Condensed version: authors should be grateful for any crumbs of love they get from a publisher, and if you’re not a 1% blockbuster, well, don’t quit your day job. The old-think and magical math was interspersed with utter BS like “we don’t just sit on books” as rationale for refusing rights reversion. I mean, after all, it's not like the entire industry is based on authors' ability to spin straw into gold. Here's PW's take on it, summing up with understatement of the year: "This will be a long process."

In a world where skeevy bastards prey on aspiring authors...
Here There Be Monsters
Even with tremendous strides forward in services for indie authors (scroll down for the game changers), there are still malevolent forces ((coughauthorhousecough)) who exist to syphon money from wannabe writers. After the Plot Whispering sesh, I spoke with several authors who were led like lambs to the mint sauce by editors with zero editing skills, cover designers who plugged stock photos into hackneyed templates, and giant companies who promised the Twilit, Da Vinci Coded universe and delivered scat. It’s particularly distressing to see venerable publishing institutions participating in that. Here's a great post from self-publishing watchdog, David Gaughran.

Where was everyone?
I don’t attend BEA every year, but I take it for granted that certain people will always, always be there, and a lot of them weren’t at BEA16. A lot of folks were saying it was because it was the location, and maybe some of the New York editors and agents would have popped by if it had been in New York, but I attended BEA in Chicago earlier in my career and the energy was totally different. Instead of talking about the great jazz band at last nights party and getting shwasted with one's agent, I heard people on the shuttles and in a dark corners at Kitty O’Shea’s debating a bigger issue: Is BEA becoming irrelevant?
If you ever wanted to put your face in Santa's underwear.

THE GAME CHANGERS
Bookgrabbr
Another fun freebie: iPhone egg amp from Random House
This is one of the most exciting book marketing tools I’ve seen in a long time, because it takes the wheel-spinning out of social media and sets up a low cost, super easy way to do previews and giveaways. Bookgrabbr enables authors, publishers, or PR folk to offer a sample of a book on social media, and to read the sample, the reader has to share the post.

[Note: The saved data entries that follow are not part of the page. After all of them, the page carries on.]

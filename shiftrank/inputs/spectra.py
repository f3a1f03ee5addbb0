"""Instrument files: JCAMP-DX 1D NMR spectra and peak tables, and Bruker processed 1D data sets, read into
peak lists.

JCAMP-DX is the open exchange format of IUPAC (McDonald, R. S.; Wilks, P. A. (1988) Appl. Spectrosc. 42,
151; the NMR labels: Davies, A. N.; Lampen, P. (1993) Appl. Spectrosc. 47, 1093).  Two kinds of block
are read:

* a **peak table** (``##PEAK TABLE= (XY..XY)``, also ``(XYW..XYW)`` and ``(XYM..XYM)``): the lines the
  instrument software picked, with their heights (and widths or multiplicity letters);
* a **processed 1D spectrum** (``##XYDATA= (X++(Y..Y))``, plain or compressed (ASDF); decoded by
  nmrglue's JCAMP-DX reader), whose peaks are picked here: local maxima standing ``min_snr`` times above
  the noise (σ from the median absolute deviation of the whole trace, which is mostly baseline), each
  refined by a parabola through its three highest points.

13C: every picked line is one peak (C–F multiplet lines stay separate lines, as printed lists have them;
the ranking reads them as one carbon where a candidate allows).  1H: lines closer than ``MULTIPLET_GAP_HZ``
are one multiplet, integrated over its span (the area of the trace, or the lines' heights × widths for a
peak table); a first-order pattern is named when the lines say so (one line s; two of equal height d;
1:2:1 t; 1:3:3:1 q; four equal lines at a, b, a spacings dd), else m; J values come from the spacings
at the observe frequency.  Residual solvent signals (Fulmer et al. 2010) are flagged as for typed lists.
X values in Hz are converted with ``##.OBSERVE FREQUENCY``; ``##.SHIFT REFERENCE`` is not applied (the
trace is taken as referenced).

A **Bruker processed data set** (the experiment folder, its ``pdata/N`` folder or the ``1r`` file) is read with
nmrglue's Bruker reader: the real spectrum ``1r`` scaled by ``NC_proc``, placed on the ppm scale by the
``procs`` parameters (``OFFSET``, ``SW_p``, ``SF``, ``SI``), its nucleus and solvent from the experiment's
``acqus`` (``NUC1``, ``SOLVENT``); its peaks are picked as a JCAMP-DX trace's are.

Owns file reading and peak picking; returns :class:`~shiftrank.inputs.peaks.PeakList` objects for the
rest of the program, which never sees the trace.
"""
from __future__ import annotations

import itertools
import re
import warnings
from dataclasses import dataclass
from pathlib import Path

import numpy as np

from ..errors import InputError
from .files import read_user_text
from .peaks import RANGES, Peak, PeakList, check_count, dept135_from_signs, flag_solvent, normalise_1h_multiplicity
from .solvents import normalise_solvent, solvent_signals

#: file name endings read as JCAMP-DX
JCAMP_EXTENSIONS = (".jdx", ".dx", ".jcamp", ".jcm")
#: largest file read (a 1D spectrum of 256k points in ASDF is a few MB)
MAX_BYTES = 64 * 1024 * 1024
#: default peak-picking threshold in multiples of the noise σ, per nucleus (13C quaternary lines are weak)
MIN_SNR = {"13C": 6.0, "1H": 10.0}
#: 1H: lines closer than this belong to one multiplet (no H–H coupling exceeds about 18.5 Hz, common practice)
MULTIPLET_GAP_HZ = 20.0
#: 1H: a multiplet's integration span reaches this many line widths beyond its outer lines
SPAN_WIDTHS = 4.0
#: 1H: multiplets with less than this share of the largest one's area are set aside (the 13C satellites of a
#: strong singlet are 0.55 % of it each, common practice)
WEAK_SHARE = 0.02


@dataclass
class Trace:
    """A processed 1D spectrum: shifts (ppm, ascending) and intensities."""

    ppm: np.ndarray
    y: np.ndarray
    mhz: float | None


def is_jcamp(path: str | Path) -> bool:
    return Path(path).suffix.lower() in JCAMP_EXTENSIONS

The agility and analytics appear to be everything I would hope for in my sticky little dreams, including the ability to share 100% of the book.

It's a time-honored truth: The best way to sell books is giving books away. Right now, my options are: sell my soul to Amazon for 90 days (eff that), Smashwords coupon (ain't nobody got time), BookBub (if you've got an extra bucket of money under your desk), and a few other not-so-silver-bullets. Most of my backlist books have earned what I call "ambassador status"; I've been well paid for the time I spent writing the book, so it's most important job now is leading readers to my new work. And Bookgrabbr looks like a fantastic way to introduce a new book.

I can't wait to try Bookgrabbr. I'll post an update here once I've given it a shakedown cruise or two. If it works as well as I think it will, I'll utilize the H-E-double-hockey-sticks outta this thing in the coming year.

Ingram’s acquisition of Aer.io
Indie authors—and hybrid authors like me—will be able to host sales of our books on our own websites with all the functionality of Amazon widgets (or so they say) when Aer.io becomes fully functional, which will be within six months, the Ingram rep assured me. I came away from a meet up with Ingram’s Lindsay Jenkins completely jazzed about taking my indie endeavors to the next level.